• **TASK TO CARRY OUT**
Each line that includes the word "hypothesis" should be copied from the records.

%%

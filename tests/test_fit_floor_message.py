"""A width within one error of its floor says why it is doubtful: a spike narrower than the
binning, or a wide width the data do not measure.

Both fits are flagged invalid by the same rule (the width at its floor, 0.1 of the narrowest
bin, or within one error of it: ``fitting/outcome.at_floor``); what the flag tells the user
to do differs.  A width narrower than the narrowest bin is a spike the binning cannot resolve
(finer bins or an unbinned fit help); a width of several bins whose error reaches down to the
floor is not measured (finer bins would not help; fixing or constraining it would).  The
reference is the binning itself: the widths are compared with the bin width of
``numpy.histogram`` edges made here, not with anything the fit reports about itself.

Spectra: an exponential (scale 40 or 60 GeV) from 110 GeV, 45 or 90 bins on 110-200 GeV;
the second with 25 events of a broad Gaussian (sigma 12 GeV) at 150 GeV added.
"""

from __future__ import annotations

import numpy as np

import peaksift

WINDOW = (110.0, 200.0)


def _spectrum(state: int, scale: float, n: int, bins: int, bump: int) -> tuple:
    rng = np.random.default_rng(state)
    m = WINDOW[0] + rng.exponential(scale, size=n)
    m = np.concatenate([m, rng.normal(150.0, 12.0, size=bump)])
    m = m[(m > WINDOW[0]) & (m < WINDOW[1])]
    edges = np.histogram_bin_edges(m, bins=bins, range=WINDOW)
    return peaksift.MassHistogram.from_masses(m, edges=edges), float(np.diff(edges).min())


def _floor_problem(result) -> str:
    found = [p for p in result.problems if "floor" in p]
    assert len(found) == 1, result.problems
    return found[0]


def test_a_wide_width_the_data_do_not_measure_is_not_called_narrower_than_the_bins():
    h, bin_width = _spectrum(40, 60.0, 400, 45, 25)
    r = peaksift.fit(h, "gaussian", "exponential")
    assert not r.valid
    sigma, err = r.values["sigma"], r.errors["sigma"]
    assert sigma > 3 * bin_width and err >= sigma - 0.1 * bin_width  # the case: wide, error to the floor
    text = _floor_problem(r)
    assert "not measured" in text and "fix or constrain" in text
    assert "narrower than the binning" not in text


def test_a_spike_narrower_than_a_bin_is_still_told_to_use_finer_bins():
    h, bin_width = _spectrum(0, 40.0, 3000, 90, 0)
    r = peaksift.fit(h, "gaussian", "exponential")
    assert not r.valid
    assert r.values["sigma"] < bin_width  # the case: a spike inside one bin
    text = _floor_problem(r)
    assert "narrower than the binning resolves" in text
    assert "not measured" not in text
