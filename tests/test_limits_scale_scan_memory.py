"""The mass-scale scan of the limits with systematics holds at most ``_CHUNK`` cells (grid
values x bins) of signal fractions at once, however many masses are asked for.

Its grid has (factor range) x mass / (half the peak's width) points per hypothesis: a peak
of sigma 0.05 GeV at 180 GeV with a 5 % mass scale (range +-6 standard deviations) has
4,321, so 400 bins hold 1.7e6 fractions (14 MB) per mass; made for every mass at once,
twelve masses took 0.92 GB of memory (measured).  Reference: that arithmetic, written
here, with ``_CHUNK`` lowered so that three masses of the default peak cross it; the
limits themselves must not depend on the chunking (the same numbers to 1e-12 relative:
every hypothesis's fractions are its own rows).
"""

from __future__ import annotations

import numpy as np

from peaksift.likelihood import SignalNuisances
from peaksift.resolution import resolution_from
from peaksift.stats import scale_scan, shape_profile
from peaksift.stats.background_choice import candidate_shapes
from peaksift.stats.limits_systematics import systematic_limits

WINDOW, BINS, SIGMA, SCALE = (100.0, 200.0), 200, 0.5, 0.05
MASSES = np.array([130.0, 150.0, 170.0])


def _limits() -> dict:
    rng = np.random.default_rng(1)
    x = 100.0 + rng.exponential(40.0, 20000)
    x = x[x < WINDOW[1]]
    nuis = SignalNuisances.make({"mass_scale": SCALE, "mass_resolution": 0.2})
    return systematic_limits((x, np.ones_like(x)), "gaussian", candidate_shapes(["exppoly1"]),
                             MASSES, resolution=resolution_from(None, absolute=SIGMA),
                             window=WINDOW, bins=BINS, nuisances=nuis, method="asymptotic")


def test_the_scan_holds_at_most_a_chunk_of_fractions(monkeypatch):
    before = _limits()
    # grid points of the widest hypothesis: 12 standard deviations x mass / (sigma / 2)
    g = int(np.ceil(12 * SCALE * MASSES.max() / (0.5 * SIGMA))) + 1
    one = g * BINS  # fractions of one mass (every bin used)
    chunk = 2 * one  # two masses' worth: three cross it
    assert MASSES.size * one > chunk
    sizes = []
    real = shape_profile._fractions

    def recording(model, signal, base, names, nuis, k, rows, grad=False):
        out = real(model, signal, base, names, nuis, k, rows, grad)
        if not grad and k.shape[0] >= g:  # the grid's (the fits ask for a few rows)
            sizes.append(k.shape[0] * model.used.size)
        return out

    monkeypatch.setattr(scale_scan, "_CHUNK", chunk)
    monkeypatch.setattr(scale_scan, "_fractions", recording)
    after = _limits()
    assert sizes and max(sizes) <= chunk
    for key in ("observed", "expected"):
        a = np.array(before[key], float)
        b = np.array(after[key], float)
        assert np.allclose(a, b, rtol=1e-12, atol=0.0, equal_nan=True)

%%

• **SOLUTION**
Its grid has (factor range) x mass / (half the peak's width) points per hypothesis: a peak
every hypothesis's fractions are its own rows).
    # grid points of the widest hypothesis: 12 standard deviations x mass / (sigma / 2)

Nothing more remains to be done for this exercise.